## TRY IT:
Write out exactly the lines of the entries below from the one holding "c.highMean[k] = m.highMean;" to the one holding "c.lowAlphaStdErr[k] = capm.low.alphaStdErr;", inclusive, and leave out all other lines.

▽

/**
 * Rolling and expanding windows: the sample moments, CAPM fits and identified set of every window
 * of a long sample, in O(1) amortised work per window. Pure: numbers in, values out.
 *
 * Conventions are solve's (solve.ts): excess returns r - rf formed row by row exactly as solve forms
 * them, market proxy M = w low + (1 - w) high, divisor n - 1. A window spec is either
 * - `{ kind: "window", size, step }`: rows [s, s + size - 1] for s = 0, step, 2 step, ... while the
 *   window fits in the sample (the first window starts at row 0; trailing rows that do not complete a
 *   window are not reported), or
 * - `{ kind: "expanding", minPeriods, step }`: rows [0, e] for e = minPeriods - 1, minPeriods - 1 + step, ...
 *
 * ## Method (moments)
 * Each window's means and centred sums are kept exactly as `crossProducts` (moments.ts) keeps them:
 * Welford's updates on data shifted by a reference row, every running mean and centred sum a
 * compensated (Neumaier) pair. A sliding window never *removes* a row (Welford's downdate subtracts
 * and accumulates absolute error from every row that ever passed through, which is ruinous after a
 * volatile stretch). Instead it uses the "two stacks" sliding-window aggregation (Hirzel, Schneider
 * & Tangwongsan 2017): the window [s, e] is split at a boundary b into
 * - an older part [s, b - 1], read from a table of suffix aggregates built backwards from b - 1
 *   (suffix[i] = moments of rows [i, b - 1]), and
 * - a newer part [b, e], a running Welford aggregate to which the entering rows are added,
 * and the two are combined with the pairwise merge of Chan, Golub & LeVeque (1983):
 *   mean = mean_A + d n_B / n,   S_xy = S_xy,A + S_xy,B + d_x d_y n_A n_B / n,   d = mean_B - mean_A.
 * When s reaches b the table is rebuilt over the current window (b = e + 1) and the newer part is
 * emptied. Every row is added once to the newer part and once to a suffix table, so the work is
 * O(1) amortised per row (about twice crossProducts' per-row work plus one merge per window), the
 * memory O(size), and each window's moments carry only the rounding of two from-scratch aggregates
 * and one merge: they agree with `crossProducts` on the window's rows to a few units in the last
 * place whatever came before (no drift, no periodic re-anchoring needed). Each part is shifted by
 * its own first row (the newer part) or last row (the suffix table), so price-level data lose no
 * digits; the merge forms d as (shift_B - shift_A) + (offset_B - offset_A).
 *
 * ## Method (CAPM and the set)
 * The regressions of each book on M are functions of the 2x2 moments (S_ll, S_hh, S_lh):
 *   S_MM = w^2 S_ll + 2 w (1 - w) S_lh + (1 - w)^2 S_hh,  S_lM = w S_ll + (1 - w) S_lh,
 *   beta_low = S_lM / S_MM,  alpha = mean_low - beta mean_M,
 *   SSR_low = (1 - w)^2 D / S_MM,  SSR_high = w^2 D / S_MM,  D = S_ll S_hh - S_lh^2,
 *   R^2_low = S_lM^2 / (S_ll S_MM), s^2 = SSR / (n - 2), se(beta) = s / sqrt(S_MM),
 *   se(alpha) = s sqrt(1/n + mean_M^2 / S_MM), residualVariance = SSR / (n - 1).
 * SSR is never formed as S_yy - S_xy^2 / S_xx: D is computed with error-free products (Dekker's
 * TwoProduct), so its only error is what the sums themselves carry, a relative eps / (1 - rho^2) with
 * rho the correlation of low and high (1e-14 at rho = 0.99). R^2 as a ratio stays accurate near 0.
 * S_MM has no cancellation when S_lh >= 0 (the only case with an identified set); with strongly
 * negatively correlated books it loses digits that a third series would keep. The identified set,
 * grid end points and landmarks come from `identifySet(summary, 2, sd_M / sqrt(n))`, as in solve.
 *
 * ## References
 * - Chan, T. F., Golub, G. H. & LeVeque, R. J. (1983), "Algorithms for computing the sample variance:
 *   analysis and recommendations", The American Statistician 37(3), 242-247.
 * - Welford, B. P. (1962), Technometrics 4(3), 419-420; Neumaier, A. (1974), ZAMM 54(1), 39-51.
 * - Hirzel, M., Schneider, S. & Tangwongsan, K. (2017), "Sliding-window aggregation algorithms:
 *   tutorial", DEBS 2017 (the two-stacks algorithm).
 * - Dekker, T. J. (1971), "A floating-point technique for extending the available precision",
 *   Numerische Mathematik 18, 224-242 (TwoProduct via Veltkamp splitting).
 */

import { diagnose, type Diagnostic } from "../diagnostics.js";
import { equalNoiseLowBeta, identifiedBounds, marketMoments, type MomentSummary } from "../identify.js";
import { returnImpliedLowBeta } from "../landmarks.js";
import { identifySet, minimumObservations } from "../solve.js";
import type { IdentifiedBounds, Landmarks, LineFit, Maybe } from "../types.js";

/** Which windows to compute. `step` is the distance between consecutive windows' ends (and starts). */
export type WindowSpec =
  | { readonly kind: "window"; readonly size: number; readonly step: number }
  | { readonly kind: "expanding"; readonly minPeriods: number; readonly step: number };

/** The CAPM fit of one book on the market proxy, with solve's field names (a subset of LineFit). */
export type CapmLine = Pick<LineFit, "alpha" | "beta" | "alphaStdErr" | "betaStdErr" | "rSquared" | "residualVariance">;

export interface CapmPair {
  readonly low: CapmLine;
  readonly high: CapmLine;
}

/** The moments of one window. */
export interface WindowMoments {
  /** Index of the window's first row in the input. */
  readonly start: number;
  /** Index of the window's last row (inclusive). */
  readonly end: number;
  readonly observations: number;
  /** Means, variances and covariance of the excess returns (divisor n - 1), as solve summarises them. */
  readonly summary: MomentSummary;
  /** Mean and variance (divisor n - 1) of the excess market proxy. */
  readonly market: { readonly mean: number; readonly variance: number };
  /** The CAPM fits; null when the market proxy is constant over the window (its beta is undefined). */
  readonly capm: Maybe<CapmPair>;
}

/** Everything rollSolve reports for one window. Field names follow solve's Solution. */
export interface WindowSolution extends WindowMoments {
  /** Null when the window is rejected (a diagnostic with severity "error" says why). */
  readonly bounds: Maybe<IdentifiedBounds>;
  readonly landmarks: Maybe<Landmarks>;
  readonly diagnostics: readonly Diagnostic[];
}

/** The number of windows `spec` gives on `length` rows (0 when the first window does not fit). */
export function windowCount(length: number, spec: WindowSpec): number {
  checkSpec(spec);
  const first = spec.kind === "window" ? spec.size : spec.minPeriods;
  return length < first ? 0 : Math.floor((length - first) / spec.step) + 1;
}

/**
 * The moments and CAPM fits of every window, in order.
 * @param riskFree one rate for every row, or a series aligned with low and high.
 * @throws RangeError on a programming error: series of different lengths, a weight outside (0, 1),
 *   a window smaller than 3 rows, or a step that is not a positive integer.
 */
export function rollingMoments(
  low: ArrayLike<number>,
  high: ArrayLike<number>,
  riskFree: number | ArrayLike<number>,
  weight: number,
  spec: WindowSpec,
): WindowMoments[] {
  return Array.from(iterateRollingMoments(low, high, riskFree, weight, spec));
}

/** `rollingMoments` one window at a time (memory independent of the number of windows). */
export function* iterateRollingMoments(
  low: ArrayLike<number>,
  high: ArrayLike<number>,
  riskFree: number | ArrayLike<number>,
  weight: number,
  spec: WindowSpec,
): Generator<WindowMoments, void, undefined> {
  for (const raw of scanWindows(low, high, riskFree, weight, spec)) yield describeWindow(raw, weight);
}

/**
 * The moments, CAPM fits, identified set and landmarks of every window: for each window what
 * `solve` reports on that window's rows (its bounds, CAPM fits and landmarks), without the grid.
 * A window in which a series is constant gets null capm, bounds and landmarks and a zero-variance
 * diagnostic, as solve fails on it.
 * @throws RangeError as rollingMoments.
 */
export function rollSolve(
  low: ArrayLike<number>,
  high: ArrayLike<number>,
  riskFree: number | ArrayLike<number>,
  weight: number,
  spec: WindowSpec,
): WindowSolution[] {
  return Array.from(iterateRollSolve(low, high, riskFree, weight, spec));
}

/** `rollSolve` one window at a time (memory independent of the number of windows). */
export function* iterateRollSolve(
  low: ArrayLike<number>,
  high: ArrayLike<number>,
  riskFree: number | ArrayLike<number>,
  weight: number,
  spec: WindowSpec,
): Generator<WindowSolution, void, undefined> {
  for (const raw of scanWindows(low, high, riskFree, weight, spec)) yield solveWindow(describeWindow(raw, weight));
}

/** The identified set of one window from its moments (solve's checks, in solve's order). */
export function solveWindow(window: WindowMoments): WindowSolution {
  const { start, end, observations, summary, market, capm } = window;
  const constant =
    summary.lowVariance === 0 ? "low" : summary.highVariance === 0 ? "high" : market.variance === 0 || capm === null ? "market" : null;
  if (constant !== null) {
    const diagnostics = [diagnose({ code: "zero-variance", series: constant })];
    return { start, end, observations, summary, market, capm: null, bounds: null, landmarks: null, diagnostics };
  }
  const { bounds, landmarks, diagnostics } = identifySet(summary, 2, Math.sqrt(market.variance) / Math.sqrt(observations));
  return { start, end, observations, summary, market, capm, bounds, landmarks, diagnostics };
}

/** Names of the per-window columns of `rollSolveColumns`, in order. */
export const windowColumnNames = [
  "lowMean",
  "highMean",
  "lowVariance",
  "highVariance",
  "covariance",
  "marketMean",
  "marketVariance",
  "lowAlpha",
  "lowBeta",
  "lowAlphaStdErr",
  "lowBetaStdErr",
  "lowRSquared",
  "lowResidualVariance",
  "highAlpha",
  "highBeta",
  "highAlphaStdErr",
  "highBetaStdErr",
  "highRSquared",
  "highResidualVariance",
  "lowBetaMin",
  "lowBetaMax",
  "highBetaMin",
  "highBetaMax",
  "factorVarianceMin",
  "factorVarianceMax",
  "lowNoiseFreeLowBeta",
  "highNoiseFreeLowBeta",
  "equalNoiseLowBeta",
  "capmConsistentLowBeta",
  "returnImpliedLowBeta",
] as const;
export type WindowColumnName = (typeof windowColumnNames)[number];

/** rollSolve's numbers as columns: one Float64Array per quantity, NaN where rollSolve reports null. */
export interface WindowColumns {
  readonly count: number;
  readonly start: Int32Array;
  readonly end: Int32Array;
  readonly observations: Int32Array;
  readonly columns: Readonly<Record<WindowColumnName, Float64Array>>;
}

/**
 * The numbers of `rollSolve` for every window as typed-array columns, with the landmarks reduced to
 * their low structural betas: no objects per window (no Candidate, no diagnostic text), so a
 * million windows cost memory for the columns only and a fraction of rollSolve's time. The values
 * are the ones rollSolve reports (the same moments, the same closed forms of identify.ts and
 * landmarks.ts); a window rollSolve rejects (constant series, C <= 0, non-finite set) has NaN bounds
 * and landmarks, and a window without CAPM fits NaN CAPM columns.
 */
export function rollSolveColumns(
  low: ArrayLike<number>,
  high: ArrayLike<number>,
  riskFree: number | ArrayLike<number>,
  weight: number,
  spec: WindowSpec,
): WindowColumns {
  const count = windowCount(low.length, spec);
  const start = new Int32Array(count);
  const end = new Int32Array(count);
  const observations = new Int32Array(count);
  const columns = Object.fromEntries(windowColumnNames.map((name) => [name, new Float64Array(count).fill(Number.NaN)])) as Record<
    WindowColumnName,
    Float64Array
  >;
  const c = columns;
  let k = 0;
  for (const raw of scanWindows(low, high, riskFree, weight, spec)) {
    const window = describeWindow(raw, weight);
    const { summary: m, market, capm } = window;
    start[k] = window.start;
    end[k] = window.end;
    observations[k] = window.observations;
    c.lowMean[k] = m.lowMean;
    c.highMean[k] = m.highMean;
    c.lowVariance[k] = m.lowVariance;
    c.highVariance[k] = m.highVariance;
    c.covariance[k] = m.covariance;
    c.marketMean[k] = market.mean;
    c.marketVariance[k] = market.variance;
    if (capm !== null) {
      c.lowAlpha[k] = capm.low.alpha;
      c.lowBeta[k] = capm.low.beta;
      c.lowAlphaStdErr[k] = capm.low.alphaStdErr;
      c.lowBetaStdErr[k] = capm.low.betaStdErr;
      c.lowRSquared[k] = capm.low.rSquared;
      c.lowResidualVariance[k] = capm.low.residualVariance;
      c.highAlpha[k] = capm.high.alpha;
      c.highBeta[k] = capm.high.beta;
      c.highAlphaStdErr[k] = capm.high.alphaStdErr;
      c.highBetaStdErr[k] = capm.high.betaStdErr;
      c.highRSquared[k] = capm.high.rSquared;
      c.highResidualVariance[k] = capm.high.residualVariance;
    }
    const solvable = m.lowVariance !== 0 && m.highVariance !== 0 && market.variance !== 0 && capm !== null && m.covariance > 0;
    if (solvable) writeSetColumns(c, k, m, market, window.observations);
    k++;
  }
  return { count, start, end, observations, columns };
}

△

## OUTPUT:
    c.highMean[k] = m.highMean;
    c.lowVariance[k] = m.lowVariance;
    c.highVariance[k] = m.highVariance;
    c.covariance[k] = m.covariance;
    c.marketMean[k] = market.mean;
    c.marketVariance[k] = market.variance;
    if (capm !== null) {
      c.lowAlpha[k] = capm.low.alpha;
      c.lowBeta[k] = capm.low.beta;
      c.lowAlphaStdErr[k] = capm.low.alphaStdErr;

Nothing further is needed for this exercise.